[[ Available records, beginning ]]

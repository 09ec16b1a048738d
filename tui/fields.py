"""The site form's fields, each checked by the engine's own site reader.

A typed value is parsed (numbers; latitude and longitude also in degrees,
minutes and seconds) and then put through ``survey.site.site_from_dict`` in a
one-field document, so the form can never accept what a site file would reject,
and the reason shown at the field is the engine's own wording.
"""

from __future__ import annotations

from dataclasses import dataclass, replace
from datetime import datetime, timezone
from pathlib import Path

from survey.api import (
    MOUNT_KINDS,
    SEA_STATES,
    InputError,
    Mount,
    Site,
    Terminal,
    format_dms,
    parse_angle,
    platform_from_site,
    platform_table,
    site_from_dict,
)


@dataclass(frozen=True)
class FieldSpec:
    key: str  # "table.key", as in site.toml
    label: str
    kind: str  # text | number | optional | latitude | longitude | choice | time
    placeholder: str = ""
    required: bool = False
    why: str = ""  # said when a required field is blank


FIELDS = (
    FieldSpec("site.name", "Site name", "text", "e.g. Hillside farm, north barn", True),
    FieldSpec("site.latitude", "Latitude", "latitude", "45.3182  or  45°19'05.5\"N", True),
    FieldSpec("site.longitude", "Longitude", "longitude", "-72.6415  or  72 38 29.4 W", True),
    FieldSpec("site.elevation_m", "Ground elevation, m", "number", "above sea level, e.g. 212"),
    FieldSpec("mount.kind", "Mount kind", "choice"),
    FieldSpec("mount.height_m", "Antenna height, m", "number", "above the ground (or deck), e.g. 6.5", True,
              "measure the antenna's height above the ground (or deck)"),
    FieldSpec("terminal.min_elevation_deg", "Minimum elevation, °", "number", "terminal's lowest usable, e.g. 25"),
    FieldSpec("terminal.scan_half_angle_deg", "Field-of-view half-angle, °", "optional", "blank: no cone"),
    FieldSpec("terminal.tilt_deg", "Boresight tilt, °", "number", "0 = pointing at the zenith"),
    FieldSpec("terminal.tilt_azimuth_deg", "Tilted toward, ° true", "number", "azimuth of the tilt"),
    FieldSpec("platform.heading_deg", "Heading, ° true", "optional",
              "vehicle or vessel: blank = all headings, or the route"),
    FieldSpec("platform.route", "Route, GPX file", "route", "vehicle or vessel: e.g. passage.gpx, beside the site file"),
    FieldSpec("platform.heel_deg", "Heel, ° (+ starboard down)", "number", "0 = level"),
    FieldSpec("platform.sea_state", "Sea state", "choice"),
    FieldSpec("survey.surveyor", "Surveyor", "text"),
    FieldSpec("survey.organisation", "Organisation", "text"),
    FieldSpec("survey.customer", "Customer", "text"),
    FieldSpec("survey.date", "Survey date (UTC)", "time", "2026-05-28 or 2026-05-28T14:20:00Z"),
    FieldSpec("survey.notes", "Notes", "text"),
)
BY_KEY = {f.key: f for f in FIELDS}
OWN_SEA = "own (site file)"  # roll and pitch typed in the site file, kept as they are
CHOICES = {"mount.kind": MOUNT_KINDS, "platform.sea_state": ("none", *SEA_STATES, OWN_SEA)}

_PROBE_PATH = Path("site.toml")


def engine_problem(key: str, value, folder: Path | None = None) -> str | None:
    """The site reader's complaint about ``value`` at ``key``, or None (a route
    file is looked for in ``folder``, the site file's)."""
    table, name = key.split(".", 1)
    doc = {"site": {"name": "probe", "latitude": 0.0, "longitude": 0.0}}
    doc.setdefault(table, {})[name] = value
    if table == "platform":  # a platform belongs to a moving mount
        doc["mount"] = {"kind": "marine"}
    try:
        site_from_dict(doc, (folder or Path(".")) / _PROBE_PATH.name)
    except InputError as exc:
        for line in exc.problems:
            marker = f": {key}: "
            if marker in line:
                return line.split(marker, 1)[1]
        return exc.problems[0].split(": ", 2)[-1]
    return None


def parse_field(key: str, text: str, folder: Path | None = None):
    """(value, problem, note) for ``text`` typed at ``key``.  ``value`` is what
    goes into the site (None for blank optional fields), ``problem`` the reason it
    is refused, ``note`` a confirmation worth showing (e.g. the DMS reading).
    ``folder``: the site file's, where a route file is looked for."""
    spec = BY_KEY[key]
    text = text.strip()
    if key == "platform.sea_state" and text in ("none", OWN_SEA, ""):
        return text or "none", None, ""
    if not text:
        if spec.required:
            return None, "required" + (f": {spec.why}" if spec.why else ""), ""
        return None, None, ""
    note = ""
    if spec.kind in ("latitude", "longitude"):
        try:
            value = parse_angle(text, spec.kind)
        except ValueError as exc:
            return None, str(exc), ""
        note = f"= {value:.6f}°  ({format_dms(value, spec.kind)})"
    elif spec.kind in ("number", "optional"):
        if "," in text:  # 6,5 or 1,200? Too easy to misread either way: ask for a point.
            return None, f"use a point for decimals and no thousands separator, e.g. {text.replace(',', '.')}", ""
        try:
            value = float(text)
        except ValueError:
            return None, f"expected a number, got {text!r}", ""
    elif spec.kind == "choice":
        value = text
    else:
        value = text
    problem = engine_problem(key, value, folder)
    if not problem and key == "platform.route" and value:
        note = "the heading and the window come from the route"
    return (None if problem else value), problem, ("" if problem else note)


def field_values(site: Site) -> dict[str, str]:
    """The form's text for each field of ``site``."""
    t = site.terminal

    def num(x) -> str:  # exact: the text reads back as the same float, so opening changes nothing
        if x is None:
            return ""
        return str(int(x)) if float(x).is_integer() and abs(x) < 1e15 else repr(float(x))

    return {
        "site.name": site.name,
        "site.latitude": num(site.latitude_deg),
        "site.longitude": num(site.longitude_deg),
        "site.elevation_m": num(site.elevation_m),
        "mount.kind": site.mount.kind,
        "mount.height_m": num(site.mount.height_m),
        "terminal.min_elevation_deg": num(t.min_elevation_deg),
        "terminal.scan_half_angle_deg": num(t.scan_half_angle_deg),
        "terminal.tilt_deg": num(t.tilt_deg),
        "terminal.tilt_azimuth_deg": num(t.tilt_azimuth_deg),
        **{f"survey.{k}": site.survey.get(k, "") for k in ("surveyor", "organisation", "customer", "date", "notes")},
        **platform_values(site),
    }


def platform_values(site: Site) -> dict[str, str]:
    """The platform fields' text (README, "Moving installs")."""
    p = site.platform
    if p is None:
        return {"platform.heading_deg": "", "platform.route": "", "platform.heel_deg": "0",
                "platform.sea_state": "none"}
    a = p.attitude
    sea = a.name or (OWN_SEA if (a.roll_deg or a.pitch_deg) else "none")
    route = ""
    if p.route is not None:
        src = Path(p.route.source)
        route = src.name if site.path is not None and src.parent == site.path.parent else str(src)
    heel = a.heel_deg
    return {"platform.heading_deg": f"{p.heading_deg:g}" if p.heading_mode == "fixed" else "",
            "platform.route": route, "platform.heel_deg": str(int(heel)) if float(heel).is_integer() else repr(heel),
            "platform.sea_state": sea}


def platform_from_fields(values: dict, base: Site, kind: str, path: Path):
    """The platform the fields describe over ``base``'s (its histogram, canyon
    and own roll and pitch are kept), read by the engine's own reader; None for
    a fixed mount, or a moving one with no platform field set (assessed as a
    fixed mount, with the run's warning).  ValueError on fields that do not go
    together (a heading and a route)."""
    old = base.platform
    heading, route = values.get("platform.heading_deg"), values.get("platform.route")
    heel, sea = float(values.get("platform.heel_deg") or 0.0), values.get("platform.sea_state") or "none"
    if kind == "fixed" or (old is None and heading is None and not route and heel == 0.0 and sea == "none"):
        return None
    table = platform_table(old, path.parent) if old is not None else {}
    for key in ("heading_deg", "route", "heel_deg", "sea_state"):
        table.pop(key, None)
    if heading is not None and route:
        raise ValueError("give a heading or a route, not both")
    if heading is not None:
        table.pop("headings", None)
        table["heading_deg"] = heading
    elif route:
        table.pop("headings", None)
        table["route"] = route
    elif "headings" not in table:
        table["headings"] = "uniform"
    if heel:
        table["heel_deg"] = heel
    if sea != OWN_SEA:
        for key in ("roll_deg", "roll_period_s", "pitch_deg", "pitch_period_s", "sea"):
            table.pop(key, None)
        if sea != "none":
            table["sea_state"] = sea
    if kind == "marine":
        for key in ("canyon", "canyon_height_m", "canyon_width_m"):
            table.pop(key, None)
    frame = old.frame if old is not None else "body"
    doc = {"mount": {"kind": kind}, "horizon": {"frame": frame, "points": [[0, 0]] if base.horizon.points else []},
           "platform": table}
    from survey.api import Problems

    problems = Problems(str(path))
    platform = platform_from_site(doc, path, problems)
    if problems.items:
        raise ValueError(problems.items[0].split(": ", 1)[-1])
    return platform


def new_site_defaults(name: str = "", today: datetime | None = None) -> dict[str, str]:
    """A new site's fields: the engine's own defaults (so the installer sees
    what is assumed) and today's UTC date as the survey date; no coordinates,
    and no antenna height (nobody mounts a dish at ground level: it is measured)."""
    texts = field_values(Site(name, 0.0, 0.0))
    texts["site.latitude"] = texts["site.longitude"] = texts["mount.height_m"] = ""
    texts["survey.date"] = (today or datetime.now(timezone.utc)).strftime("%Y-%m-%d")
    return texts


def apply_fields(values: dict, base: Site | None, path: Path) -> Site:
    """A Site from parsed field values over ``base`` (its horizon, plan, window,
    criteria and schedule are kept); ``base`` None starts from the defaults."""
    if base is None:  # a new site: its window is pinned to today, so the file reproduces its figures
        today = datetime.now(timezone.utc).replace(hour=0, minute=0, second=0, microsecond=0)
        base = Site(values.get("site.name") or path.parent.name, 0.0, 0.0, path=path,
                    window={"start": today, "hours": 24.0, "step_s": 15.0})

    def get(key, default):
        v = values.get(key)
        return default if v is None else v

    mount = replace(base.mount, kind=get("mount.kind", base.mount.kind),
                    height_m=float(get("mount.height_m", Mount().height_m)))
    terminal = Terminal(
        float(get("terminal.min_elevation_deg", Terminal().min_elevation_deg)),
        float(get("terminal.tilt_deg", 0.0)),
        float(get("terminal.tilt_azimuth_deg", 0.0)),
        values.get("terminal.scan_half_angle_deg"),
    )
    survey = {}
    for k in ("surveyor", "organisation", "customer", "notes", "date"):
        v = values.get(f"survey.{k}")
        if v:
            survey[k] = v
    if "date" in survey:  # stored as the site reader normalises it
        from survey.api import Problems, parse_time

        when = parse_time(survey["date"], "survey.date", Problems(str(path)))
        if when is not None:
            survey["date"] = when.strftime("%Y-%m-%dT%H:%M:%SZ")
    platform = platform_from_fields(values, base, mount.kind, path)
    return replace(base, name=values["site.name"], latitude_deg=float(values["site.latitude"]),
                   longitude_deg=float(values["site.longitude"]),
                   elevation_m=float(get("site.elevation_m", 0.0)), mount=mount, terminal=terminal,
                   survey=survey, path=path, platform=platform)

[[ Available records, end ]]

In the entries above, identify every line with the string "required".

    required: bool = False
    why: str = ""  # said when a required field is blank
        if spec.required:
            return None, "required" + (f": {spec.why}" if spec.why else ""), ""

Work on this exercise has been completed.